→ **HOW TO COMPLETE THIS TASK**
Take the lines from the beginning of the data below through the line holding "way round in" and return exactly those.

ENTRIES SHOWN: Begin

def rhumb_inverse(lat1: Any, lon1: Any, lat2: Any, lon2: Any) -> tuple[np.ndarray, np.ndarray]:
    """Course (degrees true, constant) and length (metres) of the rhumb line on WGS84.

    Mercator sailing on the ellipsoid: ``tan C = dlon / dpsi`` with the isometric
    latitude ``psi = asinh(tan phi) - e atanh(e sin phi)``, and ``s = dM / cos C``
    with ``M`` the meridian distance; for (nearly) east-west lines the limit
    ``s = dlon * a cos(phi) / sqrt(1 - e^2 sin^2 phi)``. The shorter way round in
    longitude is taken (so a line may cross the antimeridian).
    """
    course, distance, *_ = _rhumb_parts(lat1, lon1, lat2, lon2)
    return course, distance


def _rhumb_points(lat1, lon1, psi1, dpsi, dlon, m1, m2, small, fraction):
    """Positions at ``fraction`` (0..1) of the rhumb length; arrays already repeated per sample."""
    m = m1 + fraction * (m2 - m1)
    lat = np.where(fraction <= 0.0, lat1, _latitude_from_meridian_distance(m))
    with np.errstate(invalid="ignore", divide="ignore"):
        g = np.where(small | ~np.isfinite(dpsi), fraction, (_isometric_latitude(lat) - psi1) / dpsi)
    g = np.where(np.isfinite(g), g, fraction)
    lon = wrap_angle(lon1 + np.degrees(dlon) * g)
    return lat, lon


# --------------------------------------------------------------------------- route


def _stretches(dist_nm: np.ndarray, h_nT: np.ndarray, threshold: float) -> str:
    """Stretches of one leg where H < threshold, as 'from-to' NM; ends by linear interpolation."""
    below = h_nT < threshold
    if not below.any():
        return ""
    starts = [dist_nm[0]] if below[0] else []
    ends = []
    for i in np.flatnonzero(np.diff(below.astype(np.int8))):
        h0, h1 = h_nT[i], h_nT[i + 1]  # H crosses the threshold between samples i and i+1
        x = dist_nm[i] + (threshold - h0) / (h1 - h0) * (dist_nm[i + 1] - dist_nm[i])
        (ends if below[i] else starts).append(x)
    if below[-1]:
        ends.append(dist_nm[-1])
    parts = [f"{a:.1f}-{b:.1f}" for a, b in zip(starts, ends, strict=True)]
    return "; ".join(parts)


def route(
    waypoints: Any,
    date: Any,
    alt_km: float = 0.0,
    grid: Any = None,
    spacing_nm: float = 10.0,
    path: str = "geodesic",
    model: Any = None,
    allow_extrapolation: bool = False,
) -> RouteResult:
    """Legs and samples of a route in true, magnetic and grid references, with the field along it.

    Parameters
    ----------
    waypoints : str, path, DataFrame or list of dicts
        See :func:`read_waypoints`. At least two; consecutive waypoints must differ.
    date : date-like or decimal year
        One date for the whole route.
    alt_km : float
        Altitude above the WGS84 ellipsoid (km) of waypoints that give none. Along a
        leg the altitude changes linearly with distance.
    grid : str, pyproj.CRS, Grid or None
        Grid for grid courses and grivation (see :func:`headingref.headings.parse_grid`).
        None takes the polar stereographic grid on Greenwich of the hemisphere holding
        most of the route (``polar`` or ``polar-south``).
    spacing_nm : float
        Greatest distance between samples along a leg, NM (> 0).
    path : ``"geodesic"`` or ``"rhumb"``
    model : Model, optional
        Field model (default IGRF-14).

    Returns
    -------
    RouteResult
        ``legs``: ``from, to``, their ``from_lat_deg, from_lon_deg, to_lat_deg,
        to_lon_deg``, ``distance_nm, distance_km``, true/magnetic course at
        start, ``_mid`` and ``_end`` (``true_course_deg`` ...), ``grid_course_deg`` and
        ``grid_course_deg_end``, ``variation_deg`` and ``grivation_deg`` (+ ``_mid``,
        ``_end``), ``min_horizontal_nT``, ``max_declination_uncertainty_deg``, ``zone``
        (worst on the leg), ``caution_stretches_nm`` (H below the caution threshold,
        blackout included), ``blackout_stretches_nm``.
        ``samples``: ``leg, from, to, distance_along_leg_nm, distance_along_route_nm,
        lat_deg, lon_deg, alt_km, true_course_deg, variation_deg, magnetic_course_deg,
        convergence_deg, grid_course_deg, grivation_deg, horizontal_nT,
        declination_uncertainty_deg, zone``.
    """
    from .field import BLACKOUT_NT, CAUTION_NT, field_arrays

    if path not in ("geodesic", "rhumb"):
        raise InputError(f"path {path!r} is not understood; give 'geodesic' or 'rhumb'")
    try:
        spacing = float(spacing_nm)
    except (TypeError, ValueError):
        raise InputError(f"spacing {spacing_nm!r} is not a number; give NM > 0") from None
    if not math.isfinite(spacing) or spacing <= 0.0:
        raise InputError(f"spacing {spacing_nm!r} NM is not usable; give a positive number of NM")
    wps = read_waypoints(waypoints, alt_km=parse_height_km(alt_km))
    year = decimal_year(date)
    if grid is None:
        grid = "polar" if np.mean(wps.lat_deg.to_numpy()) >= 0 else "polar-south"
    grid_obj = parse_grid(grid)

    lat = wps.lat_deg.to_numpy()
    lon = wps.lon_deg.to_numpy()
    alt = wps.alt_km.to_numpy()
    lat1, lat2, lon1, lon2 = lat[:-1], lat[1:], lon[:-1], lon[1:]
    n_legs = len(lat1)
    if path == "geodesic":
        az12, _, dist_m = GEOD.inv(lon1, lat1, lon2, lat2)
        az12, dist_m = np.asarray(az12, dtype=np.float64), np.asarray(dist_m, dtype=np.float64)
    else:
        rhumb_course, dist_m, dlon, psi1, dpsi, m1, m2, small, lon_base = _rhumb_parts(lat1, lon1, lat2, lon2)
    short = np.flatnonzero(~(dist_m >= MIN_LEG_M))
    if short.size:
        i = int(short[0])
        raise InputError(
            f"{wps['where'].iloc[i + 1]} repeats {wps['where'].iloc[i]} ({wps.name.iloc[i]} to {wps.name.iloc[i + 1]} "
            f"is {dist_m[i]:.3g} m long); consecutive waypoints must differ"
        )

    dist_nm = dist_m / NAUTICAL_MILE_M
    with np.errstate(over="ignore"):
        n_wanted = np.ceil(dist_nm / spacing - 1e-9)
    if n_wanted.sum() + n_legs > MAX_SAMPLES:
        raise InputError(
            f"spacing {spacing:g} NM gives {n_wanted.sum() + n_legs:.3g} samples along the route's {dist_nm.sum():,.1f} NM "
            f"(at most {MAX_SAMPLES:,}); give a larger spacing"
        )
    n_seg = np.maximum(1, n_wanted.astype(np.int64))
    counts = n_seg + 1
    leg_of = np.repeat(np.arange(n_legs), counts)
    k = np.arange(counts.sum()) - np.repeat(np.cumsum(counts) - counts, counts)
    fraction = k / n_seg[leg_of]
    # one extra point per leg at its middle
    leg_all = np.concatenate([leg_of, np.arange(n_legs)])
    frac_all = np.concatenate([fraction, np.full(n_legs, 0.5)])
    s_all = frac_all * dist_m[leg_all]
    n_samples = leg_of.size

    def positions(s: np.ndarray, legs: np.ndarray):
        if path == "geodesic":
            lo, la, back = GEOD.fwd(lon1[legs], lat1[legs], az12[legs], s)
            return np.asarray(la), np.asarray(lo), normalize_heading(np.asarray(back) + 180.0)
        f = s / dist_m[legs]
        la, lo = _rhumb_points(lat1[legs], lon_base[legs], psi1[legs], dpsi[legs], dlon[legs], m1[legs], m2[legs], small[legs], f)
        return la, lo, rhumb_course[legs]

    s_lat, s_lon, s_course = positions(s_all, leg_all)
    # exact waypoint coordinates at leg ends
    first = frac_all == 0.0
    last = (frac_all == 1.0) & (np.arange(frac_all.size) < n_samples)
    s_lat = np.where(first, lat1[leg_all], np.where(last, lat2[leg_all], s_lat))
    s_lon = np.where(first, lon1[leg_all], np.where(last, lon2[leg_all], s_lon))
    polar = np.abs(s_lat) > 90.0 - 1e-6
    if polar.any():
        idx = np.flatnonzero(polar)
        step = np.where(frac_all[idx] < 0.5, POLE_NUDGE_M, -POLE_NUDGE_M)
        la, lo, co = positions(s_all[idx] + step, leg_all[idx])
        s_lat[idx], s_lon[idx], s_course[idx] = la, lo, co
    s_alt = alt[:-1][leg_all] + frac_all * (alt[1:][leg_all] - alt[:-1][leg_all])

    fld = field_arrays(s_lat, s_lon, year, s_alt, model=model, allow_extrapolation=allow_extrapolation)
    variation = np.asarray(fld["declination_deg"], dtype=np.float64)
    h_nT = np.asarray(fld["horizontal_nT"], dtype=np.float64)
    unc = np.asarray(fld["declination_uncertainty_deg"], dtype=np.float64)

    def check_finite(values: np.ndarray, problem: str, advice: str) -> None:
        bad = np.flatnonzero(~np.isfinite(values))
        if bad.size:
            i, leg = int(bad[0]), int(leg_all[bad[0]])
            raise InputError(
                f"{problem} at lat {s_lat[i]:.5f}, lon {s_lon[i]:.5f} on leg {leg + 1} "
                f"({wps.name.iloc[leg]} to {wps.name.iloc[leg + 1]}); {advice}"
            )

    check_finite(variation, "variation is undefined", "the route passes through a dip pole")
    convergence = grid_obj.convergence_deg(s_lat, s_lon)
    check_finite(convergence, f"grid {grid_obj.name} does not cover the route", "choose another grid")
    magnetic = normalize_heading(s_course - variation)
    grid_course = normalize_heading(s_course - convergence)
    grivation = grivation_deg(variation, convergence)
    zone_code = np.where(h_nT < BLACKOUT_NT, 2, np.where(h_nT < CAUTION_NT, 1, 0))

    names = wps.name.to_numpy(dtype=object)
    along_leg_nm = frac_all[:n_samples] * dist_nm[leg_of]
    route_start_nm = np.concatenate([[0.0], np.cumsum(dist_nm)[:-1]])
    samples = pd.DataFrame(
        {
            "leg": leg_of + 1,
            "from": names[leg_of],
            "to": names[leg_of + 1],
            "distance_along_leg_nm": along_leg_nm,
            "distance_along_route_nm": route_start_nm[leg_of] + along_leg_nm,
            "lat_deg": s_lat[:n_samples],
            "lon_deg": s_lon[:n_samples],
            "alt_km": s_alt[:n_samples],
            "true_course_deg": s_course[:n_samples],
            "variation_deg": variation[:n_samples],
            "magnetic_course_deg": magnetic[:n_samples],
            "convergence_deg": convergence[:n_samples],
            "grid_course_deg": grid_course[:n_samples],
            "grivation_deg": grivation[:n_samples],
            "horizontal_nT": h_nT[:n_samples],
            "declination_uncertainty_deg": unc[:n_samples],
            "zone": ZONE_NAMES[zone_code[:n_samples]],
        }
    )

    start_idx = np.cumsum(counts) - counts
    end_idx = np.cumsum(counts) - 1
    mid_idx = n_samples + np.arange(n_legs)
    h_min = np.minimum.reduceat(h_nT[:n_samples], start_idx)
    unc_max = np.maximum.reduceat(unc[:n_samples], start_idx)
    zone_max = np.maximum.reduceat(zone_code[:n_samples], start_idx)
    caution, blackout = [], []
    for leg in range(n_legs):
        sl = slice(start_idx[leg], end_idx[leg] + 1)
        if zone_max[leg] == 0:
            caution.append("")
            blackout.append("")
            continue
        caution.append(_stretches(along_leg_nm[sl], h_nT[sl], CAUTION_NT))
        blackout.append(_stretches(along_leg_nm[sl], h_nT[sl], BLACKOUT_NT))

    legs = pd.DataFrame(
        {
            "from": names[:-1],
            "to": names[1:],
            "from_lat_deg": lat1,
            "from_lon_deg": lon1,
            "to_lat_deg": lat2,
            "to_lon_deg": lon2,
            "distance_nm": dist_nm,
            "distance_km": dist_m / 1000.0,
            "true_course_deg": s_course[start_idx],
            "true_course_deg_mid": s_course[mid_idx],
            "true_course_deg_end": s_course[end_idx],
            "magnetic_course_deg": magnetic[start_idx],
            "magnetic_course_deg_mid": magnetic[mid_idx],
            "magnetic_course_deg_end": magnetic[end_idx],
            "grid_course_deg": grid_course[start_idx],
            "grid_course_deg_end": grid_course[end_idx],
            "variation_deg": variation[start_idx],
            "variation_deg_mid": variation[mid_idx],
            "variation_deg_end": variation[end_idx],
            "grivation_deg": grivation[start_idx],
            "grivation_deg_mid": grivation[mid_idx],
            "grivation_deg_end": grivation[end_idx],
            "min_horizontal_nT": h_min,
            "max_declination_uncertainty_deg": unc_max,
            "zone": ZONE_NAMES[zone_max],
            "caution_stretches_nm": caution,
            "blackout_stretches_nm": blackout,
        }
    )
    legs.attrs.update(grid=grid_obj.name, path=path, decimal_year=float(year), spacing_nm=spacing)
    samples.attrs.update(legs.attrs)
    return RouteResult(legs, samples)


# --------------------------------------------------------------------------- GeoJSON


def _split_antimeridian(lon: np.ndarray, lat: np.ndarray) -> list[list[list[float]]]:
    """Cut a lon/lat polyline where it crosses 180 degrees (RFC 7946 section 3.1.9)."""
    pieces: list[list[list[float]]] = [[[float(lon[0]), float(lat[0])]]]
    for i in range(1, lon.size):
        step = lon[i] - lon[i - 1]
        if abs(step) > 180.0:
            edge = 180.0 if step < 0 else -180.0  # leaving through +180 (eastward) or -180 (westward)
            unwrapped = lon[i] + (360.0 if step < 0 else -360.0)
            t = (edge - lon[i - 1]) / (unwrapped - lon[i - 1])
            lat_x = float(lat[i - 1] + t * (lat[i] - lat[i - 1]))
            pieces[-1].append([edge, lat_x])
            pieces.append([[-edge, lat_x]])
        pieces[-1].append([float(lon[i]), float(lat[i])])
    return [p for p in pieces if len(p) >= 2]


def _json_value(value: Any) -> Any:
    if isinstance(value, (np.floating, float)):
        return float(value) if math.isfinite(value) else None
    if isinstance(value, np.integer):
        return int(value)
    return value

ENTRIES SHOWN: End

→ **REPLY**
def rhumb_inverse(lat1: Any, lon1: Any, lat2: Any, lon2: Any) -> tuple[np.ndarray, np.ndarray]:
    """Course (degrees true, constant) and length (metres) of the rhumb line on WGS84.

    Mercator sailing on the ellipsoid: ``tan C = dlon / dpsi`` with the isometric
    latitude ``psi = asinh(tan phi) - e atanh(e sin phi)``, and ``s = dM / cos C``
    with ``M`` the meridian distance; for (nearly) east-west lines the limit
    ``s = dlon * a cos(phi) / sqrt(1 - e^2 sin^2 phi)``. The shorter way round in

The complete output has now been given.